Savaş alanları sivil halkı da barındırıyorsa hak ihlallerine açık alanlardır. Örnekler ortada. Meslekten uzaklaştırılıp cezalandırılmış olsalar da cesetleri yerde sürükleyen polisler, ırkçı söylemleri duvarlara kazıyan memurlar, muhtemelen daha neler neler yapanlar…
Sadece bu mu? Eylemcilerin evini terketmeye kalkanlara kestiği cezalar, terkedenlerin evlerinin yakılıp tahrip edilmesi, cenazelerin alıkonması, sivil alanlara atılan roketler, kimbilir başka ne tür uygulamalar…
Sahada egemen olan elinde silah olanların gücü ve zihniyeti olur.
Ancak en vahimi ödenen bedellerdir. Nitekim örgütün kalkan haline getirdiği sivil halk büyük bedeller ödüyor: Sivil ve çocuk ölümleri, ateş altındaki binalar, okullar, camiler, hastaneler, ortada kalan cenazeler… Kimileri siyasi pozisyonlarından hareketle kestirme hüküm veriyor ama, bu koşullarda o alanda kimin kurşunu kimi vurdu, nerede kimi buldu sorularının sağlıklı bir yanıtı bile yok…
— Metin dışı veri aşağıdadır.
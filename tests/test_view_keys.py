"""The view's key map is its help and its dispatch: every row of the help
has a key, every key has a row that names it, and pressing a key calls the
action the table names, with its value (headless: SDL's dummy drivers are
set in conftest.py before pygame is imported)."""

from __future__ import annotations

import pygame
import pytest

from shotplan.view import actions
from shotplan.view.app import App
from shotplan.view.keys import HELP_ROWS, KEY_MAP, KEYS, binding_for


@pytest.fixture(scope="module", autouse=True)
def display():
    pygame.init()
    pygame.display.set_mode((1280, 800))
    yield
    pygame.quit()


# How the help spells a key that pygame names otherwise (our own help wording).
SPELLED = {"escape": "esc", "keypad 0": "0", "backspace": "delete"}


def test_every_help_row_has_a_binding_and_every_binding_a_row():
    rows = {(b.label, b.text) for b in KEY_MAP}
    assert set(KEYS) == rows
    assert all(row in HELP_ROWS for row in rows)
    assert len(KEYS) == len(set(KEYS))
    assert all(b.action in actions.ACTIONS for b in KEY_MAP)


@pytest.mark.parametrize("binding", KEY_MAP, ids=lambda b: f"{b.action}-{b.value}")
def test_the_help_row_names_the_key_and_its_modifiers(binding):
    label = binding.label.lower()
    names = [SPELLED.get(pygame.key.name(k), pygame.key.name(k)) for k in binding.keys]
    assert any(n in label for n in names), (names, label)
    if binding.ctrl:
        assert "ctrl" in label
    if binding.shift:
        assert "shift" in binding.label.lower() + binding.text.lower()


def test_the_first_matching_binding_wins():
    # Written out by hand from the help text, not from the table.
    assert binding_for(pygame.K_s, pygame.KMOD_CTRL).action == "save"
    assert binding_for(pygame.K_s, pygame.KMOD_CTRL | pygame.KMOD_SHIFT).action == "save-as"
    assert binding_for(pygame.K_z, pygame.KMOD_CTRL | pygame.KMOD_SHIFT).action == "redo"
    assert binding_for(pygame.K_DELETE, pygame.KMOD_CTRL).action == "clear"
    assert binding_for(pygame.K_DELETE, 0).action == "remove"
    assert binding_for(pygame.K_LEFT, pygame.KMOD_SHIFT).value == 1.0
    assert binding_for(pygame.K_RIGHT, 0).value == -0.1
    assert binding_for(pygame.K_SLASH, pygame.KMOD_SHIFT, "?").action == "help"
    assert binding_for(pygame.K_s, 0) is None
    assert binding_for(pygame.K_a, 0).action == "atlas"
    assert binding_for(pygame.K_j, 0) is None


def _mods(b):
    return (pygame.KMOD_CTRL if b.ctrl else 0) | (pygame.KMOD_SHIFT if b.shift else 0)


@pytest.mark.parametrize("binding", KEY_MAP, ids=lambda b: f"{b.action}-{b.value}")
def test_pressing_each_key_calls_its_action(binding, tmp_path, monkeypatch):
    app = App(recovery_dir=tmp_path / "recovery", offer_recovery=False)
    app.start((1280, 800))
    calls = []
    monkeypatch.setitem(actions.ACTIONS, binding.action, lambda a, v: calls.append((a, v)))
    for code in binding.keys:
        app.process_event(pygame.event.Event(pygame.KEYDOWN, key=code, mod=_mods(binding),
                                             unicode="", scancode=0))
    assert calls == [(app, binding.value)] * len(binding.keys)
    app.close()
Ancak şu gerçek çıplak: Örgütün bu çatışmada en önemli “koz”u, örgüt tarafından evlerinde kalmaya zorlanan sivil halk. Bunların bir kısmı muhtemelen örgütü desteklese de çoğu rehin durumda. Rehineler güvenlik güçlerinin ilerlemesine engel olurken, eylemcilerin oldukları yerlerde tutunmamasına araç oluyorlar.